I picked up the ridgid x4 r9600 drill driver/impact driver at home depot for 179..I impulse bought and picked it up thinking it was a good deal..I currently own the Milwaukee 18v 2 piece kit and like it a lot but I'm always willing to try new brands..does anyone own the ridgid kit and is it worth it to keep it or should I just return it...thanks for your suggestions in advance


----------



## PaliBob (Jun 11, 2008)

brises said:


> ......I currently own the Milwaukee 18v 2 piece kit....

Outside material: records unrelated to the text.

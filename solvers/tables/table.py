"""Measured functions of one or two arguments: points, and the piecewise polynomial that runs through them.

* smooth: cubics with two continuous derivatives;
* monotone: cubics with one, that rise and fall only where the points do;
* linear: straight lines whose corners are rounded off, so that derivatives exist.

On a grid the same is done along both arguments.  Beyond its range a table goes on along its tangent or stands still.
Where neither is allowed, conditions keep the arguments inside, and its tangent is met only on the way there.

References: see `solvers.tables.slopes`; for grids de Boor (1978), A Practical Guide to Splines, chapter XVII (from
memory).
"""

from __future__ import annotations

from collections.abc import Sequence
from dataclasses import dataclass, replace
from enum import Enum
from functools import cached_property
from math import perm

import numpy as np
from numpy.typing import ArrayLike, NDArray

from solvers.tables.slopes import keep_shape, shape_preserving_slopes, spline_slopes
from solvers.units import PLAIN, Unit

Array = NDArray[np.float64]

CORNER = 1e-4
"""How far from a corner a table is rounded off, relative to the shorter of the steps beside it."""


class Between(Enum):
    """How a table runs between its points."""

    SMOOTH = "smooth"
    MONOTONE = "monotone"
    LINEAR = "linear"


class Outside(Enum):
    """What a table does beyond its range."""

    REFUSE = "refuse"
    HOLD = "hold"
    EXTEND = "extend"


class OutsideRangeError(ValueError):
    """A table was asked for a value that it does not have."""


@dataclass(frozen=True, slots=True)
class Pieces:
    """A piecewise polynomial in one or two arguments.

    Per argument: `edges` between its C cells, and the `origins` of these.  `coefficients` (C x degree+1, or
    C x C' x degree+1 x degree+1) belong to powers of the distances from the origins.
    """

    edges: tuple[Array, ...]
    origins: tuple[Array, ...]
    coefficients: Array


@dataclass(frozen=True, eq=False)
class Table:
    """A measured function, in SI units.

    `knots` are n increasing places of each argument, `values` (n, or n x n') what was measured there; `corner` is how
    far from its corners it is rounded off, relative to the shorter of the steps beside them.
    """

    name: str
    arguments: tuple[str, ...]
    knots: tuple[Array, ...]
    values: Array
    between: Between = Between.SMOOTH
    outside: Outside = Outside.REFUSE
    unit: Unit = PLAIN
    argument_units: tuple[Unit, ...] = ()
    corner: float = CORNER

    @property
    def has_corners(self) -> bool:
        """Whether it has corners that are rounded off."""
        return self.between is Between.LINEAR or self.outside is Outside.HOLD

    @cached_property
    def exact(self) -> Table:
        """The same table with sharp corners."""
        return replace(self, corner=0.0)

    @property
    def reaches(self) -> tuple[float, ...]:
        """How far from corners of each argument they are rounded off at most."""
        return tuple(self.corner * float(np.diff(knots).max()) for knots in self.knots)

    @property
    def ranges(self) -> tuple[tuple[float, float], ...]:
        """The least and the greatest place of each argument."""
        return tuple((float(knots[0]), float(knots[-1])) for knots in self.knots)

    @cached_property
    def pieces(self) -> Pieces:
        """The polynomials, the two beyond each range included."""
        with np.errstate(all="ignore"):  # numbers near the end of their range
            return _pieces(self)

    def value(self, *arguments: ArrayLike, orders: Sequence[int] = ()) -> Array:
        """Values, or derivatives of these orders by each argument, at arguments that broadcast; never refuses."""
        pieces = self.pieces
        places = np.broadcast_arrays(*(np.asarray(argument, dtype=np.float64) for argument in arguments))
        cells = [np.searchsorted(edges, at, side="right") for edges, at in zip(pieces.edges, places, strict=True)]
        powers = differentiated(pieces.coefficients, orders)[tuple(cells)]
        for at, origins, cell in reversed(list(zip(places, pieces.origins, cells, strict=True))):
            away = (at - origins[cell]).reshape(at.shape + (1,) * (powers.ndim - 1 - at.ndim))
            total = powers[..., -1]
            for power in range(powers.shape[-1] - 2, -1, -1):
                total = total * away + powers[..., power]
            powers = total
        return np.asarray(powers)

    def strict_value(self, *arguments: float, orders: Sequence[int] = ()) -> float:
        """One value.  Raises OutsideRangeError where the table is refused beyond its range."""
        if self.outside is Outside.REFUSE:
            units = self.argument_units or [PLAIN] * len(arguments)
            for argument, (low, high), unit in zip(arguments, self.ranges, units, strict=True):
                if not low <= argument <= high:
                    shown = [f"{number / unit.factor:.9g}" for number in (argument, low, high)]
                    raise OutsideRangeError(f"{shown[0]} is outside of the table's range, {shown[1]} to {shown[2]}")
        return float(self.value(*arguments, orders=orders))


def differentiated(coefficients: Array, orders: Sequence[int]) -> Array:
    """The coefficients of the derivatives of these orders by each argument (none: the function itself)."""
    for argument, order in enumerate(orders):
        axis = coefficients.ndim - len(orders) + argument
        degree = coefficients.shape[axis] - 1
        if order > degree:
            return np.zeros(coefficients.shape[: -len(orders)] + (1,) * len(orders))
        shape = [1] * coefficients.ndim
        shape[axis] = -1
        factors = np.array([float(perm(power, order)) for power in range(order, degree + 1)]).reshape(shape)
        coefficients = np.take(coefficients, range(order, degree + 1), axis) * factors
    return coefficients


def _pieces(table: Table) -> Pieces:
    """Along one argument after the other: the polynomials of the first have coefficients that run along the second."""
    if len(table.knots) == 1:
        (knots,) = table.knots
        nodes, cells = _along(table, knots, table.values, None)
        return Pieces((_edges(nodes),), (_origins(nodes),), cells)
    across, up = table.knots
    columns: Array | None = None
    if table.between is Between.MONOTONE:
        slopes, rates, twists = keep_shape(across, up, table.values)
        nodes, rows = _along(table, across, table.values, slopes)
        columns = np.moveaxis(_along(table, across, rates, twists)[1], 2, 0)
    else:
        nodes, rows = _along(table, across, table.values, None)
    heights, cells = _along(table, up, np.moveaxis(rows, 2, 0), columns)
    return Pieces((_edges(nodes), _edges(heights)), (_origins(nodes), _origins(heights)), cells.transpose(2, 0, 3, 1))


def _edges(nodes: Array) -> Array:
    """Where the next polynomial begins; the last node still belongs to the range."""
    return np.append(nodes[:-1], np.nextafter(nodes[-1], np.inf))


def _origins(nodes: Array) -> Array:
    return np.concatenate([nodes[:1], nodes])


def _along(table: Table, knots: Array, values: Array, slopes: Array | None) -> tuple[Array, Array]:
    """Nodes, and the polynomials (C x degree+1 x k...) between and beyond them, of `values` (n x k...) at n knots."""
    hold = table.outside is Outside.HOLD
    if table.between is Between.LINEAR:
        nodes, values, slopes = _rounded_lines(knots, values, hold, table.corner)
        return nodes, _cells(nodes, values, slopes, 2)
    if slopes is None:
        find = spline_slopes if table.between is Between.SMOOTH else shape_preserving_slopes
        slopes = find(knots, values.reshape(len(knots), -1)).reshape(values.shape)
    if hold:
        knots, values, slopes = _rounded_ends(knots, values, slopes, table.corner)
    return knots, _cells(knots, values, slopes, 3)


def _cells(nodes: Array, values: Array, slopes: Array, degree: int) -> Array:
    """Polynomials with these values and slopes at n nodes: n - 1 between them, a line before and one behind."""
    steps = np.diff(nodes)
    steps = np.where(steps == 0, 1.0, steps).reshape(-1, *[1] * (values.ndim - 1))  # at a sharp corner two are one
    rises = np.diff(values, axis=0) / steps
    first, last = slopes[:-1], slopes[1:]
    if degree == 2:
        between = [values[:-1], first, (last - first) / (2 * steps)]
    else:
        between = [values[:-1], first, (3 * rises - 2 * first - last) / steps, (first + last - 2 * rises) / steps**2]
    beyond = [
        np.stack([values[end], slopes[end], *[np.zeros_like(values[end])] * (degree - 1)])[None] for end in (0, -1)
    ]
    return np.concatenate([beyond[0], np.stack(between, axis=1), beyond[1]])


def _rounded_lines(knots: Array, values: Array, hold: bool, corner: float) -> tuple[Array, Array, Array]:
    """A broken line by nodes, values and slopes, with two nodes for every corner."""
    steps = np.diff(knots)
    rises = np.diff(values, axis=0) / steps.reshape(-1, *[1] * (values.ndim - 1))
    still = np.zeros_like(rises[:1])
    rises = np.concatenate([still if hold else rises[:1], rises, still if hold else rises[-1:]])
    reach = corner * np.minimum(np.append(steps, steps[-1]), np.append(steps[0], steps))
    down, up = (sign * reach.reshape(-1, *[1] * (values.ndim - 1)) for sign in (-1, 1))
    pairs = [np.stack(pair, axis=1) for pair in (
        (knots - reach, knots + reach),
        (values + down * rises[:-1], values + up * rises[1:]),
        (rises[:-1], rises[1:]),
    )]  # fmt: skip
    nodes, heights, slopes = (pair.reshape(-1, *pair.shape[2:]) for pair in pairs)
    kept = slice(None) if hold else slice(1, -1)  # a line that goes on has no corner at its ends
    return nodes[kept], heights[kept], slopes[kept]


def _rounded_ends(knots: Array, values: Array, slopes: Array, corner: float) -> tuple[Array, Array, Array]:
    """Two nodes for each end, at which a curve turns into its continuation at rest."""
    found: list[tuple[Array, Array, Array]] = []
    cells = _cells(knots, values, slopes, 3)
    for end, cell, sign in ((0, 1, 1.0), (-1, -2, -1.0)):
        step = abs(float(knots[end] - knots[1 if end == 0 else -2]))
        reach = sign * corner * step
        away = reach if end == 0 else step + reach
        c = cells[cell]
        inside = c[0] + away * (c[1] + away * (c[2] + away * c[3])), c[1] + away * (2 * c[2] + 3 * away * c[3])
        pair = (np.array([knots[end] - reach, knots[end] + reach]), np.stack([values[end], inside[0]]),
                np.stack([np.zeros_like(inside[1]), inside[1]]))  # fmt: skip
        found.append(pair if end == 0 else (pair[0][::-1], pair[1][::-1], pair[2][::-1]))
    first, last = found
    nodes, heights, tilts = (
        np.concatenate([first[part], (knots, values, slopes)[part][1:-1], last[part]]) for part in range(3)
    )
    return nodes, heights, tilts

 If your Milwaukee kit looks like the attached pic then you are
duplicating functions and would be better off returning the Ridgid kit and
getting some additional Milwaukee 18V bare tools. You already have batteries.
Bare Tool examples:

110$ Circular Saw or a
124$ Reciprocating Saw
 add a 17$ Flashlight


----------



## brises (Apr 7, 2012)

That sounds like a better idea..I impulse bought thinking it was a good deal and you can never have too many tools..


----------



## joecaption (Nov 30, 2011)

I agree 100%. The batterys and charger are the expencive part. Stick with one brand, both good tools and will do the job.


----------



## princelake (Feb 19, 2012)

the ridgid drills are good quality tools. i have the x3 kit but if you already have the milwaukee drills then i dont see the point in buying the ridgid drills.


----------